Outfitter: Rapid Creek Outfitters; rapidcreek.com

Guiding in Grand Canyon since: 1980

Three essential skills for a commercial guide: 1) You must like people. Otherwise, you are not going to make it. 2) Have a passion for the outdoors. 3) Enjoy sharing a place with other people. You can learn about rowing along the way if you have that passion for people and the place.

Most intense trip experience: I did a trip with a nonprofit foundation where we took members of Native American tribes to their origin place in Grand Canyon. They had never been in the canyon before, but they had this sense about where to stop and get out of the boat and find petroglyphs or ruins. It was very powerful.
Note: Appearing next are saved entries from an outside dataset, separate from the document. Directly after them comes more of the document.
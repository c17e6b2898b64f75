package scan

import (
	"math"
	"slices"

	"gapflux/internal/order"
)

// Sizes of the bracketing median (bracketMedian).
const (
	// bracketMin is the smallest slice bracketMedian brackets; below it a
	// selection over the whole slice is as quick.
	bracketMin = 1 << 14
	// bracketSample is the number of values (an even stride) whose order
	// statistics choose the bracket.
	bracketSample = 1024
	// bracketSigmas is the bracket's half-width in standard deviations
	// of the rank of the median in a sample of m values (√m/2), so that
	// the median misses the bracket in about one call in a thousand (and
	// then costs one more selection).
	bracketSigmas = 3.0
)

// bracketMedian returns the median of a (finite values; the mean of the
// two middle values for an even count), the value medianInPlace returns
// up to the sign of a zero median (|a − m| has the same bits for either),
// reordering a. For long slices, a sorted stride sample brackets the
// median between two of its values; one pass counts the values below the
// bracket, finds the largest of them and moves those inside it to the
// front, and a selection among those few gives the median's order
// statistics. When the median falls outside the bracket, the whole slice
// is selected from, as medianInPlace does.
func bracketMedian(a []float64) float64 {
	n := len(a)
	if n < bracketMin {
		return medianInPlace(a)
	}
	step := n / bracketSample
	s := make([]float64, 0, bracketSample+1)
	for i := 0; i < n; i += step {
		s = append(s, a[i])
	}
	slices.Sort(s)
	mid := len(s) / 2
	half := int(bracketSigmas*math.Sqrt(float64(len(s)))/2) + 1
	lo, hi := s[max(0, mid-half)], s[min(len(s)-1, mid+half)]
	below, in := 0, 0
	maxBelow := math.Inf(-1)
	for i, v := range a {
		switch {
		case v < lo:
			below++
			maxBelow = max(maxBelow, v)
		case v <= hi:
			a[in], a[i] = a[i], a[in]
			in++
		}
	}
	k := n / 2
	if k < below || k >= below+in {
		return medianInPlace(a)
	}
	// The k-th smallest value is the (k − below)-th of the bracket's.
	b := a[:in]
	kb := k - below
	v := order.Select(b, kb)
	if n%2 == 1 {
		return v
	}
	// The (k−1)-th smallest: the largest of the bracket's below the k-th,
	// or the largest below the bracket (k ≥ 1 here).
	prev := maxBelow
	for _, w := range b[:kb] {
		prev = max(prev, w)
	}
	return 0.5 * (prev + v)
}

// Lengths of the slices medianOf selects from a copy of.
const (
	// shortMedianMin is the shortest: on fewer values medianInPlace,
	// which sorts them by insertion, is as quick with no copy.
	shortMedianMin = 9
	// shortMedianMax is the longest.
	shortMedianMax = 64
)

// medianOf returns medianInPlace(a), to the bit, and may reorder a
// (callers must not depend on a's order afterwards). From shortMedianMin
// to shortMedianMax values it takes order.Median of a copy of a, quicker
// on short slices; only when that median is a zero, whose sign depends on
// the order the selection met the zeros in, or NaN, or a holds a NaN, does
// it return medianInPlace of a in the caller's order.
func medianOf(a []float64) float64 {
	n := len(a)
	if n < shortMedianMin || n > shortMedianMax {
		return medianInPlace(a)
	}
	var buf [shortMedianMax]float64
	b := buf[:n]
	for i, v := range a {
		if v != v {
			return medianInPlace(a)
		}
		b[i] = v
	}
	if m := order.Median(b); m != 0 && m == m {
		return m
	}
	return medianInPlace(a)
}
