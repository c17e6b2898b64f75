package scan

import (
	"math"

	"gapflux/internal/hugemem"
	"gapflux/internal/parallel"
)

// binParts returns the number of contiguous sample ranges sortByCell
// splits n samples binned into nc cells between: one per processor, but
// few enough that the ranges' own counts (4 bytes per cell each) stay
// within the size of two coordinate arrays of the samples (16 bytes per
// sample), so a fine grid over few samples is binned on one processor.
func binParts(n, nc int) int {
	return max(1, min(rowParts(n), 1+4*n/max(nc, 1)))
}

// cellBins are samples binned by cell: cell q's are
// order[start[q]:start[q+1]], in index order.
type cellBins struct {
	order, start []int32
}

// sortByCell bins the samples 0 … n−1 (n = len(cellOf)) into nc cells,
// cellOf[i] being the cell of sample i (−1 leaves it out), and returns
// the samples sorted by cell and, within a cell, by index (a stable
// counting sort): cell q's are order[start[q]:start[q+1]].
//
// Contiguous ranges of samples are counted at once, each into counts of
// its own; a pass over the cells turns the counts into each range's
// offsets (range t's samples of a cell follow those of ranges 0 … t−1),
// and the ranges then place their samples at once. The result is the
// sequential sort's for any number of ranges.
func sortByCell(cellOf []int32, nc int) (order, start []int32) {
	n := len(cellOf)
	parts := binParts(n, nc)
	next := make([][]int32, parts)
	parallel.Do(n, parts, func(t, i0, i1 int) {
		c := make([]int32, nc)
		for _, q := range cellOf[i0:i1] {
			if q >= 0 {
				c[q]++
			}
		}
		next[t] = c
	})
	start = make([]int32, nc+1)
	sum := int32(0)
	for q := range nc {
		start[q] = sum
		for _, c := range next {
			k := c[q]
			c[q] = sum
			sum += k
		}
	}
	start[nc] = sum
	order = hugemem.Make[int32](int(sum), 0)
	parallel.Do(n, parts, func(t, i0, i1 int) {
		c := next[t]
		for i := i0; i < i1; i++ {
			if q := cellOf[i]; q >= 0 {
				order[c[q]] = int32(i)
				c[q]++
			}
		}
	})
	return order, start
}

// gridCells returns the cell of s holding each point (x[i], y[i]), −1 off
// the grid (gridIndex); ranges of points at once.
func gridCells(s *Surface, x, y []float64) []int32 {
	cellOf := hugemem.Make[int32](len(x), 0)
	parallelRows(len(x), func(i0, i1 int) {
		for i := i0; i < i1; i++ {
			cellOf[i] = int32(gridIndex(s, x[i], y[i]))
		}
	})
	return cellOf
}

// bounds returns the smallest and largest x and y, m (+Inf and −Inf for
// no samples). Ranges of samples are scanned at once: min and max give the
// same answer in any order.
func bounds(x, y []float64) (xmin, xmax, ymin, ymax float64) {
	parts := rowParts(len(x))
	b := make([][4]float64, parts)
	parallel.Do(len(x), parts, func(t, i0, i1 int) {
		lx, hx, ly, hy := math.Inf(1), math.Inf(-1), math.Inf(1), math.Inf(-1)
		for i := i0; i < i1; i++ {
			lx, hx = min(lx, x[i]), max(hx, x[i])
			ly, hy = min(ly, y[i]), max(hy, y[i])
		}
		b[t] = [4]float64{lx, hx, ly, hy}
	})
	xmin, xmax, ymin, ymax = math.Inf(1), math.Inf(-1), math.Inf(1), math.Inf(-1)
	for _, v := range b {
		xmin, xmax = min(xmin, v[0]), max(xmax, v[1])
		ymin, ymax = min(ymin, v[2]), max(ymax, v[3])
	}
	return xmin, xmax, ymin, ymax
}
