package scan

import (
	"gapflux/internal/fpfuse"
	"math"
	"math/rand/v2"
	"testing"
)

// TestResidualsAt: the residuals from the samples' precomputed places
// equal residuals' (interp's) bit for bit, next to undefined and infinite
// cells, on grid lines and corners, outside the grid, on 1, 2 and 4
// processors.
func TestResidualsAt(t *testing.T) {
	if fpfuse.Fuses() {
		t.Skip("this build fuses multiply-add (internal/fpfuse): interp and the fast path round differently")
	}
	r := rand.New(rand.NewPCG(11, 12))
	g := refGrid{nx: 11, ny: 8, x0: -0.004, y0: 0.001, h: 0.001}
	const n = 30000
	x, y, z := make([]float64, n), make([]float64, n), make([]float64, n)
	for i := range n {
		x[i] = g.x0 + (float64(g.nx)+2)*g.h*r.Float64() - g.h
		y[i] = g.y0 + (float64(g.ny)+2)*g.h*r.Float64() - g.h
		if i%4 == 0 { // exactly on a grid line or corner
			x[i] = g.x0 + float64(r.IntN(g.nx))*g.h
		}
		if i%8 == 0 {
			y[i] = g.y0 + float64(r.IntN(g.ny))*g.h
		}
		z[i] = 1e-3 * (r.Float64() - 0.5)
	}
	cellOf := make([]int32, n)
	pos := newRefPos(g, x, y, cellOf)
	for i := range n {
		if want := g.cell(x[i], y[i]); int(cellOf[i]) != want {
			t.Fatalf("sample %d at (%g, %g): cell %d, want %d", i, x[i], y[i], cellOf[i], want)
		}
	}
	for _, nanShare := range []float64{0, 0.1, 0.5, 1} {
		f := randomRefField(r, g, nanShare)
		if nanShare == 0.1 {
			f[23], f[40] = math.Inf(1), math.Inf(-1)
		}
		want := make([]float64, n)
		residuals(g, f, x, y, z, want)
		for _, p := range []int{1, 2, 4} {
			withProcs(p, func() {
				got := make([]float64, n)
				residualsAt(g, f, pos, x, y, z, got, nil)
				for i := range got {
					if math.Float64bits(got[i]) != math.Float64bits(want[i]) && !(math.IsNaN(got[i]) && math.IsNaN(want[i])) {
						t.Fatalf("NaN share %.1f, %d procs: residual %d at (%g, %g) = %g, want %g",
							nanShare, p, i, x[i], y[i], got[i], want[i])
					}
				}
			})
		}
	}
}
Outrageous item packed by a passenger: Once I had this passenger who had been told by her husband that we would be staying at fancy hotels every night. She didn’t like camping, and it was the only way she would join him on the trip. So she packed all these evening clothes and heels and a hair dryer. I discovered this as we were pushing off from Lees Ferry. The woman was shocked to know the truth but was a good sport about it. I doubt that couple is still married.

Best part of being a guide: Getting to live close to the Earth and to rise and fall with the sun—and sharing that experience with other people. I am more at peace in Grand Canyon than anywhere else.

Worst part: The hard work of guiding means your body is going to wear out eventually. You have to have a back-up career plan.

Rafting Grand Canyon is unlike anywhere else because: The length of time spent on the river. You travel almost 300 wild miles, and that is unmatched in the United States.

Number one way Grand Canyon has changed me: I’ve become more kind toward others. Being a guide and having to take responsibility for a lot different types of people has given me compassion.

Besides guiding: Manages his own company, Rapid Creek Outfitters, and paddles rivers all over the West. “My buddies and I are always looking to try a new river.”